Pronto per un'operazione gallianica. Sta per partire l'elicottero.


----------



## runner (19 Ottobre 2013)

a mio avviso sarebbe un ottimo giocatore, ma in un ambiente diverso....

comunque da noi non farebbe niente vista la situazione....


----------



## alexrossonero (19 Ottobre 2013)

A mio parere Pastore è uno dei giocatori di maggior classe transitati negli ultimi anni in Italia. In un contesto di squadra nel quale viene posto come leader tecnico sulla linea dei trequartisti, per me potrebbe fare furori e consacrarsi. 
E comunque, lo ripeto per la milionesima volta, i giocatori di qualità al Milan non sono mai abbastanza.


----------



## 7ChampionsLeague (19 Ottobre 2013)

è un buon giocatore,con grandi potenzialità,ma che non ha ancora fatto il salto di qualità che i suoi mezzi dovrebbero permettergli di compiere.Comunque non credo ci servirebbe,a gennaio arriverà honda,a mio parere piu' funzionale tatticamente dell'argentino,in un ruolo dove disponiamo già di kakà,saponara e birsa


----------



## iceman. (19 Ottobre 2013)

Sicuramente chiederanno El Sharaawy e soldi in cambio, perché 25 milioni non so proprio da dove li prendiamo quest'anno.


----------



## S.1899 (19 Ottobre 2013)

Per me questo giocatore è un mistero 
Puo fare partite di grande qualità (come quella contro il Barcellona), e quando è in forma, puo essere uno dei migliore trequartista del mondo 
Ma da un pezzo lui sembra essere ''perso'' ...(Forse perchè il suo allenatore non lo usa bene, forse un problema di mentale....)
Si parla del Milan, di Liverpool e del Fenerbahçe ma penso che non andrà al Milan 
Troppo caro
In tutti i casi io preferisca Honda


----------



## Fabry_cekko (19 Ottobre 2013)

pippa immensa


----------



## S.1899 (19 Ottobre 2013)

Fabry_cekko ha scritto:


> pippa immensa



Haha ma non
Sei troppo duro 
Credo che lui dovrebbe solo lasciare la Ligue 1
Sarebbe più raggiante se torna in Serie A (o anche la Liga sarebbe un buon campionato per lui)


----------



## S.1899 (19 Ottobre 2013)

Fabry_cekko ha scritto:


> pippa immensa



Haha ma non
Sei troppo duro 
Credo che lui dovrebbe solo lasciare la Ligue 1
Sarebbe più raggiante se torna in Serie A (o anche la Liga sarebbe un buon campionato per lui)


----------



## Fabry_cekko (19 Ottobre 2013)

S.1899 ha scritto:


> Haha ma non
> Sei troppo duro
> Credo che lui dovrebbe solo lasciare la Ligue 1
> Sarebbe più raggiante se torna in Serie A (o anche la Liga sarebbe un buon campionato per lui)
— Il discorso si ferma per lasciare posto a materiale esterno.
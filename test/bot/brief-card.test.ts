// The brief card (issue 14): one message with what was read and what is assumed, and the plan;
// "go" or a correction in free words, edited in place; follow-ups after a run start new runs.
// Driven through `threadcount ask` on the demo data, so every part is the real one.
import { mkdtempSync, writeFileSync } from 'node:fs';
import { tmpdir } from 'node:os';
import { join } from 'node:path';
import { beforeAll, describe, expect, it } from 'vitest';
import type { RecordedThread } from '../../adapters/file-thread/FileThread.js';
import { ask } from '../../cli/ask.js';
import { demoFixture } from '../helpers/demo-fixture.js';

const now = new Date('2026-12-01T09:00:00Z');
let configPath: string;
beforeAll(async () => {
  configPath = (await demoFixture()).configPath;
});

async function converse(request: string, answers: string): Promise<{ end: string; thread: RecordedThread }> {
  const dir = mkdtempSync(join(tmpdir(), 'tc-card-'));
  writeFileSync(join(dir, 'answers.yaml'), answers);
  const r = await ask({ configFile: configPath, request, answersFile: join(dir, 'answers.yaml'), outDir: join(dir, 'out'), now });
  return { end: r.end, thread: r.thread.thread };
}
const bot = (t: RecordedThread) => t.posts.filter((p) => p.author === 'threadcount');

const cards = (t: RecordedThread) => bot(t).filter((p) => p.text.startsWith('*Here is what I understood.*'));
const line = (text: string, label: string) => text.split('\n').find((l) => l.startsWith(`- *${label}:*`)) ?? '';
const items = (text: string) => (text.match(/^\d+\. /gm) ?? []).length;
const DEMO_REQUEST =
  'Ops review is on the 15th. Could the data team tell us whether this summer beat last summer, which routes and booking channels drove the difference, whether SkerryPass holders really travel more often than other customers since it launched, and where average fare per passenger and the share of revenue we refunded stand for the last full month?';

describe('the brief card', () => {
  it('answers the demo request with one card and no questions: each topic read (with its words) or assumed (with a reason)', async () => {
    const { end, thread } = await converse(DEMO_REQUEST, '');
    expect(end).toBe('done');
    expect(bot(thread).some((p) => p.promptTopic)).toBe(false);
    expect(cards(thread)).toHaveLength(1);
    const card = cards(thread)[0]!.text;
    // Read from the text, with the words it came from.
    expect(line(card, 'Deadline')).toMatch(/15 December 2026 _\(from "[^"]*15th[^"]*"\)_/);
    expect(line(card, 'Period')).toMatch(/from "/);
    expect(line(card, 'Breakdowns')).toMatch(/Route.*Booking channel|Booking channel.*Route/);
    // Not stated: a default and why.
    // ("Ops review" reads as a managers' meeting; either way the card says where the value came from.)
    expect(line(card, 'Audience')).toMatch(/Managers _\((?:from "Ops review"|assumed: .+)\)_/);
    expect(line(card, 'Grain')).toMatch(/Monthly _\(assumed: .+\)_/);
    // The summer question names no measure: the request's first is assumed, and said.
    expect(line(card, 'Measures')).toMatch(/\(assumed\)|assumed:/);
    // The data ends before today: the card says from which day "last month" counts, in one date style.
    expect(card).toMatch(/^Periods like "last month" count back from the end of the data \(\d{1,2} [A-Z][a-z]+ \d{4}\), not from today\.$/m);
    expect(card).not.toMatch(/\d{4}-\d{2}-\d{2}/);
    // The questions restated, and the plan beneath with its kinds.
    expect(card).toMatch(/\*Questions\*\n1\. /);
    for (const heading of ['*Growth*', '*Performance*', '*KPI snapshot*']) expect(card).toContain(heading);
    // Agreed: the card keeps its text, loses its controls and says so.
    expect(card).toMatch(/\*Agreed:\* running \d+ answers\.$/);
    expect(cards(thread)[0]!.controls).toBeUndefined();
  }, 240_000);

  it('takes a correction touching several topics in one reply, edits the card in place and confirms in one line', async () => {
    const { end, thread } = await converse('how has revenue trended by quarter since 2023?', 'plan: ["for leadership, weekly, only 2024, add channel, drop 3", "go"]\n');
    expect(end).toBe('done');
    expect(cards(thread)).toHaveLength(1);
    const card = cards(thread)[0]!;
    // Edited twice: the correction, then "go".
    expect(card.edits).toBe(2);
    expect(line(card.text, 'Audience')).toMatch(/^- \*Audience:\* Leadership _\(from "for leadership, weekly/);
    expect(line(card.text, 'Grain')).toMatch(/Weekly/);
    expect(line(card.text, 'Period')).toMatch(/1 January to 31 December 2024/);
    expect(line(card.text, 'Breakdowns')).toMatch(/Booking channel/);
    expect(card.text).toMatch(/^1\. Weekly revenue, January 2024 to December 2024/m);
    const confirm = bot(thread).find((p) => p.text.startsWith('Updated the brief above:'))!;
    expect(confirm.text.split('\n')).toHaveLength(1);
    for (const what of ['audience: leadership', 'grain: weekly', 'period: 1 January to 31 December 2024', 'breakdown added: booking channel', 'dropped: ']) expect(confirm.text).toContain(what);
  }, 240_000);

  it('asks only what cannot be defaulted: no measure at all, or one the catalog lacks', async () => {
    const none = await converse('can you look at how things have moved over time?', 'metrics: "bookings"\n');
    expect(bot(none.thread).filter((p) => p.promptTopic).map((p) => p.promptTopic)).toEqual(['metrics']);
    expect(none.end).toBe('done');
    const unknown = await converse('show me the trend of churn for the board by friday', 'metrics: "bookings"\n');
    expect(bot(unknown.thread).filter((p) => p.promptTopic).map((p) => p.promptTopic)).toEqual(['metrics']);
    expect(bot(unknown.thread)[0]!.text).toMatch(/I don't have a metric called "churn"/);
    // What the answer set is credited to the answer, not to the request's words.
    expect(line(cards(none.thread)[0]!.text, 'Measure')).toMatch(/^- \*Measure:\* Bookings _\(your answer\)_$/);
  }, 240_000);

  it('restates each question with its own detail: "the busiest and quietest months" is not folded into "how it moved"', async () => {
    const { thread } = await converse('How has revenue moved over time, month by month? We want to see the busiest and quietest months.', '');
    const card = cards(thread)[0]!.text;
    expect(card).toMatch(/^1\. How revenue moved over time\.$/m);
    expect(card).toMatch(/^2\. When in the year revenue is highest and lowest\.$/m);
  }, 240_000);

  it('makes the verb agree with a plural measure: "bookings are", never "bookings is"', async () => {
    const { thread } = await converse('How fast are bookings growing, and when in the year are they busiest?', '');
    const card = cards(thread)[0]!.text;
    expect(card).toMatch(/^1\. How fast bookings are growing\.$/m);
    expect(card).toMatch(/^2\. When in the year bookings are highest and lowest\.$/m);
    expect(card).not.toMatch(/bookings (?:is|stands|has)\b/);
  }, 240_000);

  it('says back a reply it cannot read as a change, and keeps the card as it was', async () => {
    const { end, thread } = await converse('monthly passengers trend', 'plan: ["make it sparkle", "go"]\n');
    expect(end).toBe('done');
    expect(bot(thread).some((p) => /^I couldn't read "make it sparkle" as a change to the brief\./.test(p.text))).toBe(true);
    expect(cards(thread)[0]!.edits).toBe(1); // only "go"
  }, 240_000);

  it('after a run, a follow-up starts a new run from the last brief with the change, asking nothing again', async () => {
    const { end, thread } = await converse('how has revenue trended since 2023?', 'after: ["drop the seasonality one", "rerun it quarterly", "now split that by channel"]\n');
    expect(end).toBe('done');
    const reruns = bot(thread).filter((p) => p.text.startsWith('Running it again with'));
    expect(reruns.map((p) => p.text.split('\n')[0])).toEqual([
      expect.stringMatching(/^Running it again with dropped: Which calendar months are busiest/),
      'Running it again with grain: quarterly.',
      'Running it again with breakdown added: booking channel.',
    ]);
    expect(items(reruns[0]!.text)).toBe(3);
    expect(reruns[0]!.text.split('\n').slice(1).join('\n')).not.toMatch(/calendar months/);
    expect(reruns[1]!.text).toMatch(/^1\. Quarterly revenue/m);
    // Each follow-up keeps the changes before it: quarterly stays, the breakdown is added.
    expect(reruns[2]!.text).toMatch(/^1\. Quarterly revenue/m);
    expect(reruns[2]!.text).toMatch(/^\d+\. Revenue by booking channel over time/m);
    expect(bot(thread).some((p) => p.promptTopic)).toBe(false);
    expect(cards(thread)).toHaveLength(1);
  }, 300_000);
});
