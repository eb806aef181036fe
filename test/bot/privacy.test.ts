// Personal data: the demo's customer_email column is never grouped by, filtered on or shown. Whole
// demo conversations are checked end to end: no post text, attached CSV or SQL file, chart spec or
// audit entry holds an email address or the column's name; a request that asks for it is told
// so, naming the rule, and still gets the rest of its answers.
import { DuckDBInstance } from '@duckdb/node-api';
import pLimit from 'p-limit';
import { afterAll, beforeAll, describe, expect, it } from 'vitest';
import { definitionOf } from '../../analysis/sub-questions/registry.js';
import { openWorkspace, type Workspace } from '../../analysis/workspace.js';
import { Bot, type AnswerPresenter } from '../../bot/Bot.js';
import type { OutgoingPost, ThreadPort } from '../../bot/port.js';
import { presentAnswer, presentContext, presentSummary } from '../../bot/present-answer.js';
import type { ScriptedAnswers } from '../../bot/scripted-answers.js';
import { playScriptedConversation } from '../../bot/scripted-conversation.js';
import { MemoryStateStore } from '../../bot/stores/MemoryStateStore.js';
import { loadConfig } from '../../config/load.js';
import { demoFixture } from '../helpers/demo-fixture.js';

// An email address as it would appear in text (local part, @, a dotted domain).
const EMAIL = /[A-Za-z0-9._%+-]+@[A-Za-z0-9-]+(\.[A-Za-z0-9-]+)*\.[A-Za-z]{2,}/;
const COLUMN = 'customer_email';

interface Captured {
  key: string;
  text: string;
  promptTopic?: string;
  /** Text files (CSV, SQL) by name; PNGs are checked through their chart specs instead. */
  files: Record<string, string>;
}

class CapturingPort implements ThreadPort {
  readonly posts: Captured[] = [];
  async post(_threadId: string, post: OutgoingPost): Promise<string> {
    const files: Record<string, string> = {};
    for (const f of post.files ?? []) if (f.kind === 'table' || f.kind === 'sql') files[f.name] = String(f.content);
    this.posts.push({ key: post.key, text: post.text, files, ...(post.prompt ? { promptTopic: post.prompt.topic } : {}) });
    return String(this.posts.length - 1);
  }
  async update(_threadId: string, ref: string, text: string): Promise<void> {
    this.posts[Number(ref)]!.text = text;
  }
}

let ws: Workspace;
let sampleEmails: string[];
const now = new Date('2026-12-01T09:00:00Z');

beforeAll(async () => {
  const demo = await demoFixture();
  ws = await openWorkspace(loadConfig(demo.configPath));
  const db = await DuckDBInstance.create(demo.databasePath, { access_mode: 'READ_ONLY' });
  const con = await db.connect();
  sampleEmails = (await con.runAndReadAll(`SELECT DISTINCT ${COLUMN} FROM bookings WHERE ${COLUMN} IS NOT NULL LIMIT 50`)).getRows().map((r) => String(r[0]));
  con.closeSync();
  db.closeSync();
});
afterAll(async () => {
  await ws?.source.close();
});

async function converse(request: string, answers: ScriptedAnswers) {
  const port = new CapturingPort();
  const store = new MemoryStateStore();
  const specs: string[] = [];
  // The chart spec of every answer, as the presenter built it (the PNG is drawn from it).
  const capturing: AnswerPresenter = async (answer, ctx) => {
    const p = definitionOf(answer.subQuestion).present(answer, presentContext(ctx.workspace, ctx.audience));
    if (p.chart) specs.push(JSON.stringify(p.chart));
    return presentAnswer(answer, ctx);
  };
  const bot = new Bot({ workspace: ws, port, store, now: () => now, presentAnswer: capturing, presentSummary, jobs: pLimit(2) });
  const end = await playScriptedConversation({ bot, store, threadId: 'local:privacy', requester: 'maren', channel: 'local', request, answers });
  const audit = await store.listAudit();
  const everything = [
    ...port.posts.flatMap((p) => [p.text, ...Object.values(p.files)]),
    ...specs,
    ...audit.map((e) => JSON.stringify(e.detail)),
  ];
  return { end, port, specs, audit, everything };
}

function expectNoPersonalData(texts: string[]): void {
  for (const t of texts) {
    expect(t).not.toMatch(EMAIL);
    expect(t).not.toContain(COLUMN);
  }
}

describe('personal data never leaves the database', () => {
  it('the demo data does hold email addresses, so the checks below can fail', () => {
    expect(sampleEmails.length).toBe(50);
    for (const e of sampleEmails) expect(e).toMatch(EMAIL);
  });

  it('the demo request: every post, CSV, SQL file, chart spec and audit entry is free of emails and of the column name', async () => {
    const { end, port, specs, everything } = await converse(
      'Ops review is on the 15th. Could the data team tell us whether this summer beat last summer, which routes and booking channels drove the difference, whether SkerryPass holders really travel more often than other customers since it launched, and where average fare per passenger and the share of revenue we refunded stand for the last full month?',
      { metrics: 'revenue', audience: 'managers' },
    );
    expect(end).toBe('done');
    // The checks covered real output: answers with CSVs and SQL, and their charts.
    expect(port.posts.filter((p) => Object.keys(p.files).some((n) => n.endsWith('.sql'))).length).toBeGreaterThanOrEqual(12);
    expect(specs.length).toBeGreaterThanOrEqual(10);
    expectNoPersonalData(everything);
  });

  it('"revenue by customer email" is refused, naming the rule, and the rest is answered without it', async () => {
    const { end, port, audit, everything } = await converse('Show me revenue by customer email, month by month, for the ops review. No deadline.', {});
    expect(end).toBe('done');
    // Said on the brief card, the first post, before anything runs.
    const card = port.posts[0]!;
    expect(card.text).toMatch(/^\*Here is what I understood\.\*/);
    expect(card.text).toContain(
      "I can't break anything down by, filter on or show Customer email: the catalog marks it as personal data, and personal data is never grouped by, filtered on or shown in any answer, table or SQL. The rest of the request is answered without it.",
    );
    expect(audit.find((e) => e.kind === 'denied')).toMatchObject({ detail: { reason: 'personal_data', dimensions: ['Customer email'] } });
    // "customer" in "customer email" was not read as the customers metric: revenue only.
    expect(card.text).toMatch(/^- \*Measure:\* Revenue _/m);
    expect(port.posts.some((p) => Object.keys(p.files).length > 0)).toBe(true);
    // The refusal and the audit name the catalog label, never the column.
    expectNoPersonalData(everything);
  });

  it('a correction on the card that names customer email is refused with the rule, and the card stays as it was', async () => {
    const { end, port, audit, everything } = await converse('Did revenue grow this summer compared with last summer? For my team, no deadline.', {
      dimensions: 'customer email',
    });
    expect(end).toBe('done');
    const refusals = port.posts.filter((p) => /^I can't break anything down by, filter on or show Customer email: the catalog marks it as personal data/.test(p.text));
    expect(refusals).toHaveLength(1);
    expect(port.posts.some((p) => p.text.startsWith('Updated the brief above'))).toBe(false);
    // The refusal is in the audit log with the words that asked.
    expect(audit.filter((e) => e.kind === 'denied').map((e) => e.detail)).toEqual([{ reason: 'personal_data', dimensions: ['Customer email'], text: 'add customer email' }]);
    expectNoPersonalData(everything);
  });

  it('a plan edit that names customer email is refused, and the refusal is audited', async () => {
    const { end, port, audit, everything } = await converse('How has revenue moved over time? For my team, no deadline.', {
      plan: ['add a breakdown by customer email', 'go'],
    });
    expect(end).toBe('done');
    const refusal = port.posts.find((p) => /personal data/.test(p.text))!;
    expect(refusal.text).toMatch(/^I can't break anything down by, filter on or show Customer email/);
    expect(audit.filter((e) => e.kind === 'denied').map((e) => e.detail)).toEqual([{ reason: 'personal_data', dimensions: ['Customer email'], text: 'add a breakdown by customer email' }]);
    // Logged before the refusal was posted.
    const deniedAt = audit.findIndex((e) => e.kind === 'denied');
    expect(deniedAt).toBeLessThan(audit.findIndex((e) => e.kind === 'post' && e.detail.text === refusal.text));
    expectNoPersonalData(everything);
  });
  it.each([
    ['How many bookings did someone@example.com make, month by month? For my team, no deadline.', 'someone@example.com', 'an email address'],
    // The short form the attack probe used: no dot in the domain.
    ['bookings for someone@example by month, for my team, no deadline', 'someone@example', 'an email address'],
    ['Revenue from +353 87 123 4567 by month? For my team, no deadline.', '123 4567', 'a phone number'],
    ['How often does customer 48213 travel, month by month? For my team, no deadline.', '48213', 'an id of a person'],
  ])('a filter on a personal value is refused with a reply, audited, and the answer is for everyone: %s', async (request, value, kind) => {
    const { end, port, audit } = await converse(request, { metrics: 'bookings' });
    expect(end).toBe('done');
    const refusal = port.posts.find((p) => p.text.startsWith("I can't filter on"))!;
    expect(refusal.text).toBe(`I can't filter on ${kind}: that would pick out one person, and personal data is never filtered on or shown in any answer. I'll answer for everyone instead.`);
    expect(audit.filter((e) => e.kind === 'denied').map((e) => e.detail)).toEqual([{ reason: 'personal_value', kinds: [kind], text: request }]);
    // Answered, and never for that person: the value is in no post, table, SQL file or bound parameter.
    expect(port.posts.some((p) => Object.keys(p.files).some((n) => n.endsWith('.sql')))).toBe(true);
    for (const p of port.posts) {
      expect(p.text).not.toContain(value);
      for (const f of Object.values(p.files)) expect(f).not.toContain(value);
    }
    for (const e of audit.filter((x) => x.kind === 'sql')) expect(JSON.stringify(e.detail)).not.toContain(value);
  });
});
ahah nono l'ho sempre pensato...pure nel 2011 quando giocava con il Palermo e Nazionale...non ha la testa del Campione


----------



## S.1899 (19 Ottobre 2013)

Fabry_cekko ha scritto:


> ahah nono l'ho sempre pensato...pure nel 2011 quando giocava con il Palermo e Nazionale...non ha la testa del Campione



Se continua cosi, darà ragione a te


----------



## Dexter (19 Ottobre 2013)

Io su giocatori di classe e talento scommetterei sempre. Correre sanno correre tutti (vedi Nocerino e Muntari..)


----------



## Fabry_cekko (19 Ottobre 2013)

S.1899 ha scritto:


> Se continua cosi, darà ragione a te



certo a 5 milioni lo prenderei subito


----------



## Djici (19 Ottobre 2013)

lo vorrei subito...


----------



## S T B (19 Ottobre 2013)

se parlavamo di un buon difensore in scadenza ero più contento...


----------



## Frikez (19 Ottobre 2013)

Un pensierino io lo farei, il problema è che abbiamo mille trequartisti.


----------



## Fabriman94 (19 Ottobre 2013)

Abbiamo già Honda in arrivo e millemila trequartisti. Ci dovevamo pensare prima.


----------



## Toby rosso nero (19 Ottobre 2013)

Rinunciando a Honda si può anche fare un pensierino.


----------



## S.1899 (20 Ottobre 2013)

Secondo l'*Equipe*, Pastore POTEVA giocare ieri (non era infortunato), 
Ma ha preferito evitare i fischi del Parc des Princes.
Sarebbe veramente male psicologicamente ...


----------



## alexrossonero (20 Ottobre 2013)

Bisogna anche dire che un trequartista vero e proprio al momento non lo abbiamo, intendo uno da ultimo passaggio, con 'occhi dietro la schiena'.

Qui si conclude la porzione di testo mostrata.